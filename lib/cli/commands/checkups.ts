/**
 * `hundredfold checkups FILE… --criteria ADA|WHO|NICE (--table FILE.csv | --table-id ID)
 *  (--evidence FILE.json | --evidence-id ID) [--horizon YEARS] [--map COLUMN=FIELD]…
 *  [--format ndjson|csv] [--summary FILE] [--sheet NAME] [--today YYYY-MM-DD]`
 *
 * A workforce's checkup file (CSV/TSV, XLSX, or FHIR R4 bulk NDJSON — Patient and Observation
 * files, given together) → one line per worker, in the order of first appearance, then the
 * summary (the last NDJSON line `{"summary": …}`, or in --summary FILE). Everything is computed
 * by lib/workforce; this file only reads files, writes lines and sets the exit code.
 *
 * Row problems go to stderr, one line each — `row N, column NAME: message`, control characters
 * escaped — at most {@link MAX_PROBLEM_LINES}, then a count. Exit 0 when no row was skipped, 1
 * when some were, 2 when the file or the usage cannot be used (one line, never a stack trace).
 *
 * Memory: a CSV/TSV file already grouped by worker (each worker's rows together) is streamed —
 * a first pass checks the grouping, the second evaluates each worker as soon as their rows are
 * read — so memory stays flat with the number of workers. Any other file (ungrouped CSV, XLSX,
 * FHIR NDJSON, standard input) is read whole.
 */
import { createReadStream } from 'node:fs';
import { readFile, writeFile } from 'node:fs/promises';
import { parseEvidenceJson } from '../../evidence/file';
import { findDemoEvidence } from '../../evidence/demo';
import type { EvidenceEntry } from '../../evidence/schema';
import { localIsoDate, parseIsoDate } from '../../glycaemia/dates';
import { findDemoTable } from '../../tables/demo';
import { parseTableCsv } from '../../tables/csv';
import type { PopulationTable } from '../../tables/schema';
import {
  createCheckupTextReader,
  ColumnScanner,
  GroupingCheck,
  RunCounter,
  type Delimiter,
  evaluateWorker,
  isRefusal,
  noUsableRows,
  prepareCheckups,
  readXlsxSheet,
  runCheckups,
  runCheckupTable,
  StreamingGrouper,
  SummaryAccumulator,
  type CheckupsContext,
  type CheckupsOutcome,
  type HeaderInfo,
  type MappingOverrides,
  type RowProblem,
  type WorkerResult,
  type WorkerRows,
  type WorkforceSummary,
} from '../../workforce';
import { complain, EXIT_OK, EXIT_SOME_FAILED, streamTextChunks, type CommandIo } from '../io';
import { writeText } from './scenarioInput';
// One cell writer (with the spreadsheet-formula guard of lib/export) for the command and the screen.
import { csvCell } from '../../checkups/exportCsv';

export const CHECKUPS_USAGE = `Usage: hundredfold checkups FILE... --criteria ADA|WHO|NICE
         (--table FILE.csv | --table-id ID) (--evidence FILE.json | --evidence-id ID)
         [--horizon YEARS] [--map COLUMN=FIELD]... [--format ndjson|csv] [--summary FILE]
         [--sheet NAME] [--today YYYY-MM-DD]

###

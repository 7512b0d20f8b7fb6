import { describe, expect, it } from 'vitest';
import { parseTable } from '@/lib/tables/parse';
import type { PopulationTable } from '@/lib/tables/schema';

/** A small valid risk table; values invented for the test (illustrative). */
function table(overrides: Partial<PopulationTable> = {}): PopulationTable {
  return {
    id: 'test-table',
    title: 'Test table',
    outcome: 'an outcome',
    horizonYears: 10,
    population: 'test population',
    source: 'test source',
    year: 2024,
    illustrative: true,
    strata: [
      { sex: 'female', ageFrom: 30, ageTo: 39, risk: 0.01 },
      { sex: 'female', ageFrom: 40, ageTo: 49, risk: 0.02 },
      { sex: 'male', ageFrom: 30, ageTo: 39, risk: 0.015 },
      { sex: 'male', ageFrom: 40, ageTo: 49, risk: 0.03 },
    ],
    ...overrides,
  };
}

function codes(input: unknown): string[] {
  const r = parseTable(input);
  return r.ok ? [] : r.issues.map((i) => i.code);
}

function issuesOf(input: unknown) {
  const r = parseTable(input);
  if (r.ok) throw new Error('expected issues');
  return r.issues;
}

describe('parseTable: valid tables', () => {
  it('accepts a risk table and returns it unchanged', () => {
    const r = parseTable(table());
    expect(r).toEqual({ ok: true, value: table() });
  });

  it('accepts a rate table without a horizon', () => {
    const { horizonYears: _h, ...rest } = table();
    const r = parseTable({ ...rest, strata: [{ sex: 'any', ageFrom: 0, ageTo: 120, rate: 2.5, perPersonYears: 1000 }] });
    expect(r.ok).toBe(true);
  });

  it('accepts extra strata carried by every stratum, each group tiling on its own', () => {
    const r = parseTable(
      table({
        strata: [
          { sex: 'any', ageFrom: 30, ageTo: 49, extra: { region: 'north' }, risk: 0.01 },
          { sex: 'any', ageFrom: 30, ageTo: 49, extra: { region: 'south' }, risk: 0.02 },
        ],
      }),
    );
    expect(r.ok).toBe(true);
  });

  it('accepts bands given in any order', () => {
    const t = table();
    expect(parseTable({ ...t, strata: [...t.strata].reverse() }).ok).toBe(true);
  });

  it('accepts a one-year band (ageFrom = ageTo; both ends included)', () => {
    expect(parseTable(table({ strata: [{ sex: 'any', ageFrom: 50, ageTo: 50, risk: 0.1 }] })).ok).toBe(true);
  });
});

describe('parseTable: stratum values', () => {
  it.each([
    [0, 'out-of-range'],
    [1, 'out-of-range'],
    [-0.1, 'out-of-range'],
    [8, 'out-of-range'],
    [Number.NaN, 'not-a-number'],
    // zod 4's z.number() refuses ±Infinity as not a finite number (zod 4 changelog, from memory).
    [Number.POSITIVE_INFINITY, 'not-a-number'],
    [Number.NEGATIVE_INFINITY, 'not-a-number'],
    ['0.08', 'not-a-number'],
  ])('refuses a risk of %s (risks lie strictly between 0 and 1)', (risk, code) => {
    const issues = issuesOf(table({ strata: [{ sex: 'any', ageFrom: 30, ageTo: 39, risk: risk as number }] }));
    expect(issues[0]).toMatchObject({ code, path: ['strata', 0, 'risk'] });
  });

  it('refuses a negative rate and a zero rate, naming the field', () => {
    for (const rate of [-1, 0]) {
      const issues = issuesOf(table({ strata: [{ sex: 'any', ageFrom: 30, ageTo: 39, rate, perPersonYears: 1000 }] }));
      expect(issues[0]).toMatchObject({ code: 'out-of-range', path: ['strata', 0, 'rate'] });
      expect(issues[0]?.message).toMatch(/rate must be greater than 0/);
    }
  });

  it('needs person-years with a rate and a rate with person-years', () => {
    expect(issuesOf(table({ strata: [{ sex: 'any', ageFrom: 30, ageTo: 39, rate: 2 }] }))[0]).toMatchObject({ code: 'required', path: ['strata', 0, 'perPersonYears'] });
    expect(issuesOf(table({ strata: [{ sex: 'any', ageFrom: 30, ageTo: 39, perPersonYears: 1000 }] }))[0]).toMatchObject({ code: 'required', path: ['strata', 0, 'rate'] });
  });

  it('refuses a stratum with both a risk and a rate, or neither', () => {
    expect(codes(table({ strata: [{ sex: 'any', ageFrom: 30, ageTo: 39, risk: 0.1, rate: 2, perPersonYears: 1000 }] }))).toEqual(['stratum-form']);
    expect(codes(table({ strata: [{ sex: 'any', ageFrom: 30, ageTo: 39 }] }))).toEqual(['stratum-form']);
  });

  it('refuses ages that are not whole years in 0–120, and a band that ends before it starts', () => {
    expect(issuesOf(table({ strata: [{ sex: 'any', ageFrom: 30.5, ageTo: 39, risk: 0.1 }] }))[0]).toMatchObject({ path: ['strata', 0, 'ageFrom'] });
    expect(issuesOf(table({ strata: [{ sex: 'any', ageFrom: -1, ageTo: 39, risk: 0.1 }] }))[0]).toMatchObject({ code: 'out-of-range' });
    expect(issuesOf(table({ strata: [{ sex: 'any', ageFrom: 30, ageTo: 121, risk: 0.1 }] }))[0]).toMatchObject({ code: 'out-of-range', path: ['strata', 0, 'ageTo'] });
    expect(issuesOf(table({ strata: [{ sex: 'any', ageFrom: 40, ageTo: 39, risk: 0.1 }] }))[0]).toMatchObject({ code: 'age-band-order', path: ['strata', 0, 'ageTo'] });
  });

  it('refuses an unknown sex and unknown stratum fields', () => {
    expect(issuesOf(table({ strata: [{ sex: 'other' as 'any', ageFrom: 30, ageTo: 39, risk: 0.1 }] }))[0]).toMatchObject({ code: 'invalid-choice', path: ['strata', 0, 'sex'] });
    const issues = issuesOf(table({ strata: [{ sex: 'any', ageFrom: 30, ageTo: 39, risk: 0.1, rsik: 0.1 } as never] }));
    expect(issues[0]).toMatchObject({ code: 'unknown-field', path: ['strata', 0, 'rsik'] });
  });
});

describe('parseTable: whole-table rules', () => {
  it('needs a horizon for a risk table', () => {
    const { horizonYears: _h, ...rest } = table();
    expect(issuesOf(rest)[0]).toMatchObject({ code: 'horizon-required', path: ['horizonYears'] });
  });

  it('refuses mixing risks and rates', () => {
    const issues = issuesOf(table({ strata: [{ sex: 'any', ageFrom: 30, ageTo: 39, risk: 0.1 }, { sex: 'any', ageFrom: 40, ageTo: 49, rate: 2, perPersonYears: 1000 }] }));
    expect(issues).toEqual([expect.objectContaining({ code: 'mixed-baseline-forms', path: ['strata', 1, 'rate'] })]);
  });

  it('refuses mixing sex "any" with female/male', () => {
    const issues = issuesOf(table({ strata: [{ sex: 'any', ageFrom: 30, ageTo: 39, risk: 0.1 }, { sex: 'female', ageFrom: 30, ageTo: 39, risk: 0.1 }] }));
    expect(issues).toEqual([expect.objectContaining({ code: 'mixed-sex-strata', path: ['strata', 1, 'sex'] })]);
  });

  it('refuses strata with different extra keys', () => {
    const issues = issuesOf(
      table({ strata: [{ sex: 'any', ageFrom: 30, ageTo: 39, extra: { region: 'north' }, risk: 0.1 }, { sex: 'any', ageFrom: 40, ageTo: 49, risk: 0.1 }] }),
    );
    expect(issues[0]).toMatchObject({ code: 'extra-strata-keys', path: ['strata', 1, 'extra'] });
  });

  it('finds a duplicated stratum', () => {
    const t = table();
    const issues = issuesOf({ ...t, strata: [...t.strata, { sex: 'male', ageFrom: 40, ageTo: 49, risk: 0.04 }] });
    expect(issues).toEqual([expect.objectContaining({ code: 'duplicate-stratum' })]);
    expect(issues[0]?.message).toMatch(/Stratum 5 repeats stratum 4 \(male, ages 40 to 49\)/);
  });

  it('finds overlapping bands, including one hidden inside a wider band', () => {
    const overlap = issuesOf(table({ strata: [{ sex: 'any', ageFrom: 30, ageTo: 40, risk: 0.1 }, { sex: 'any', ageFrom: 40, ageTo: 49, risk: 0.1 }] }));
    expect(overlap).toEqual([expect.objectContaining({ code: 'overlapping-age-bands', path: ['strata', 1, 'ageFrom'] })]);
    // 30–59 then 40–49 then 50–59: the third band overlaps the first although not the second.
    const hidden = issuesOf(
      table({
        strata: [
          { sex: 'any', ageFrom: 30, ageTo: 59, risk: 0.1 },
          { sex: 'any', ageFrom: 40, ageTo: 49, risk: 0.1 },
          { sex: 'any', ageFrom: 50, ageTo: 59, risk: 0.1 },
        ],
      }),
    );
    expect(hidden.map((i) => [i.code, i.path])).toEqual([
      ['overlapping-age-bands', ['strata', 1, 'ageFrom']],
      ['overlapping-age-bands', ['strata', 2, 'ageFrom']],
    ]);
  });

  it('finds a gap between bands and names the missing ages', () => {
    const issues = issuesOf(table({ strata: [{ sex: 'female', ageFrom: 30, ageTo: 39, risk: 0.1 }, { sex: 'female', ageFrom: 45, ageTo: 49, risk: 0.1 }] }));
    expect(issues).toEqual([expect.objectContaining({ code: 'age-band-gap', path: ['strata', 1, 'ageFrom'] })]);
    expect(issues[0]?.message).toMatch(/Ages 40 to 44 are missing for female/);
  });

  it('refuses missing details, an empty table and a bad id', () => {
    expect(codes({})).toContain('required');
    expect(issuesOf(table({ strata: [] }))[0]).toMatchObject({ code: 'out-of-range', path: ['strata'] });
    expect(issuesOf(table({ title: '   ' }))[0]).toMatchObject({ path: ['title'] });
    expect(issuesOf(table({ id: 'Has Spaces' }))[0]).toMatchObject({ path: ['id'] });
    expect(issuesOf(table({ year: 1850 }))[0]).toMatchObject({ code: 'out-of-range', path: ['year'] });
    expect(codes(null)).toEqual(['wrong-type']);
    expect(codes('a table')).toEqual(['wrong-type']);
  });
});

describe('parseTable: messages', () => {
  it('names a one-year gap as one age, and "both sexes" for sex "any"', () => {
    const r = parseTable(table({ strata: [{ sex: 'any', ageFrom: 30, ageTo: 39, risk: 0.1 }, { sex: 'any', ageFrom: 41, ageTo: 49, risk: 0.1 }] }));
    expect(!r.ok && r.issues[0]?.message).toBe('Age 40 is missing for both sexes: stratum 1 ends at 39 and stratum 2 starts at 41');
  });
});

###

How to complete this task | Look through the listing, and copy each line that contains the word "values".

Solution to the exercise |
/** A small valid risk table; values invented for the test (illustrative). */
describe('parseTable: stratum values', () => {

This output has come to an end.